The county will get its money from the following sources in the next fiscal year, Seuffert said (numbers are rounded):

  • Property taxes: $190 million, 38 percent

  • Charges for services: $165.4 million, 33 percent

  • Licenses, permits, fines, interest: $82 million, 17 percent

  • Intergovernmental (state, federal and other): $34.4 million, 7 percent

  • Other taxes: $25 million, 5 percent.

  • Total revenue (not rounded): $496,935,970

The county's proposed spending is (numbers rounded):

  • Physical environment: $135.4 million, 27 percent

  • Public safety: $134.3 million, 27 percent

  • General government: $77.9 million, 16 percent

  • Capital outlay: $59.9 million, 12 percent

  • Culture and recreation: $23 million, 5 percent

  • Human services: $26 million, 5 percent

  • Other: $25 million, 5 percent

  • Public transportation: $15.2 million, 3 percent

  • Total spending (not rounded): $496,935,970

Desire to recognize employees

Commissioners expressed concern for the employees who lost their jobs, and also for the loss of institutional knowledge, and Hunzeker agreed that the "brain drain" was a big concern when considering the personnel cutbacks.
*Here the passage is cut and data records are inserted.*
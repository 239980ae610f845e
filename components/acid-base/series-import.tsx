"use client";

import Link from "next/link";
import { useActionState, useState } from "react";
import { importPhSeriesAction } from "@/app/actions/ph-series";
import { Field, Select, TextInput } from "@/components/ui/field";
import { CsvFileField, ImportReport, type ImportSummary } from "@/components/imports/import-report";
import { PH_SERIES_COLUMNS } from "@/lib/import/columns";
import { Options, type Option } from "./medium-picker";


/**
 * A pH series from a CSV file: dye and medium chosen here, one vial per row. The file is checked row
 * by row first (problems by line and column); importing stores the colours and the series only when
 * every row is good.
 */
export function SeriesImport({ dyes, solvents }: { dyes: Option[]; solvents: Option[] }) {
  const [state, action, pending] = useActionState(importPhSeriesAction, null);
  const [csv, setCsv] = useState("");
  const [fileName, setFileName] = useState("");
  const summary = (state?.data as (ImportSummary & { id?: string }) | undefined) ?? null;
  const v = state?.values ?? {};
  const errors = state?.fieldErrors ?? {};
  return (
    <div className="space-y-4">
      <form action={action} className="space-y-4 border border-line bg-white p-4" aria-label="Import a pH series">
        <div className="grid gap-4 sm:grid-cols-2 lg:grid-cols-3">
          <Field label="Dye" name="dyeId" error={errors.dyeId}>
            <Select name="dyeId" defaultValue={v.dyeId ?? ""} error={errors.dyeId}>
              <Options items={dyes} empty="choose a dye" />
            </Select>
          </Field>
          <Field label="Series name" name="name" error={errors.name}>
            <TextInput name="name" defaultValue={v.name ?? ""} placeholder="Water, universal buffer, 23 °C" error={errors.name} />
          </Field>
          <Field label="Instrument (when the file has no instrument column)" name="instrument">
            <TextInput name="instrument" defaultValue={v.instrument ?? ""} placeholder="spectrophotometer 1, 10 mm cell" />
          </Field>
          <Field label="Solvent" name="solventId" error={errors.solventId}>
            <Select name="solventId" defaultValue={v.solventId ?? ""} error={errors.solventId}>
              <Options items={solvents} empty="choose a solvent" />
            </Select>
          </Field>
          <Field label="Second solvent (blends only)" name="secondSolventId" error={errors.secondSolventId}>
            <Select name="secondSolventId" defaultValue={v.secondSolventId ?? ""}>
              <Options items={solvents} empty="none (neat solvent)" />
            </Select>
          </Field>
          <Field label="Its mole fraction x₂" name="secondSolventMoleFraction" error={errors.secondSolventMoleFraction}>
            <TextInput name="secondSolventMoleFraction" inputMode="decimal" defaultValue={v.secondSolventMoleFraction ?? ""} error={errors.secondSolventMoleFraction} />
          </Field>
          <Field label="Ionic strength (mol/L)" name="ionicStrengthMolL" hint="Leave empty when not recorded." error={errors.ionicStrengthMolL}>
            <TextInput name="ionicStrengthMolL" inputMode="decimal" defaultValue={v.ionicStrengthMolL ?? ""} error={errors.ionicStrengthMolL} />
          </Field>
        </div>
        <p className="text-xs text-ink-soft">
          Columns (header row, any order): <code className="break-all">{PH_SERIES_COLUMNS.join(",")}</code>. pH, L, a, b and white_point (D65 or D50) are needed in every row; observer is the CIE
          1931 2° one (write 2); D50 colours are adapted to D65 (Bradford). Without acid_base a vial counts as acid below pH 6, base above pH 8 and neutral between (our
          convention). The colours are stored like instrument measurements and wait for review; the pKa is fitted from the accepted ones.
        </p>
        <CsvFileField
          onLoad={(name, text) => {
            setFileName(name);
            setCsv(text);
          }}
        />
        <input type="hidden" name="csv" value={csv} />
        <div className="flex flex-wrap gap-2">
          <button name="mode" value="preview" disabled={pending || !csv} className="min-h-11 rounded-md border border-field bg-white px-4 text-sm font-semibold disabled:opacity-40">
            Check the file
          </button>
          <button name="mode" value="all" disabled={pending || !csv} className="min-h-11 rounded-md bg-ink px-4 text-sm font-semibold text-white disabled:opacity-40">
            Import the series
          </button>
        </div>
        {state && (
          <p role={state.ok ? "status" : "alert"} className={`text-sm ${state.ok ? "text-ok" : "text-bad"}`} data-testid="import-message">
            {fileName && `${fileName}: `}
            {state.message}
            {summary?.id && (
              <>
                {" "}
                <Link href={`/acid-base/${encodeURIComponent(summary.id)}`}>Open the series</Link>
              </>
            )}
          </p>
        )}
      </form>
      {summary && <ImportReport summary={summary} previewTitle={`${summary.imported !== undefined ? "Imported" : "Good rows"} (first ${summary.preview.length}): CIELAB D65 as stored`} />}
    </div>
  );
}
Chairman Gwendolyn Brown said, "It doesn't make you feel good if you're on the receiving end" of a notice that jobs are being cut and agreed that the loss of institutional knowledge would be hard for the county to overcome.

Ron Getman said it would be a good idea to recognize those employees who were let go, and warned, "You can never replace institutional knowledge."

Joe McClash said that the commission needs to offer those who lost their positions a chance to be recognized.

"I just feel for these people," he said, and asked that some type of acknowledgment be considered. "There were people who were truly good public servants."

Hunzeker cautioned that recognizing the former employees could reveal their names, and they may not want it known that they were laid off.

"I understand your desire to recognize these folks, but I'm not so sure they want public recognition and their names identified," he said. "I'm not sure how we would do a public recognition."

Carol Whitmore said that one employee who was laid off had landed a job in Pasco County and mentioned Hunzeker's assistant, and Brown cautioned people in general to avoid mentioning names in a public forum to protect their privacy.

The next steps

The county has tapped into reserve funds, Hunzeker said, and the forecast of money available in the General Fund Cash Balance for fiscal year 2010 is $84 million.

He also recommended charging fees for businesses and for the use of the tennis courts, golf courses and boat ramps as a way to bring in revenue, though McClash was cool to the idea.

Hunzeker is also recommending that $1.8 million be used for a Contingency Reserve Fund; $2.4 million that is earmarked for renewal and replacement needs, economic development incentives, unanticipated outside attorney fees and prior year commitments to outside agencies; $5.4 million for 2010 General Government Capital Improvement Plan needs; and $2.6 million for additional renewal and replacement and Environmental Lands fiscal year 2010 Capital Improvement Plan needs.

The county has cut $97 million from its budget in the past three years, Hunzeker said.

"As in years past, we are continuing to downsize government," he told the commissioners. "We'll probably continue to do so for the next few years."

This story has been modified since it was first posted.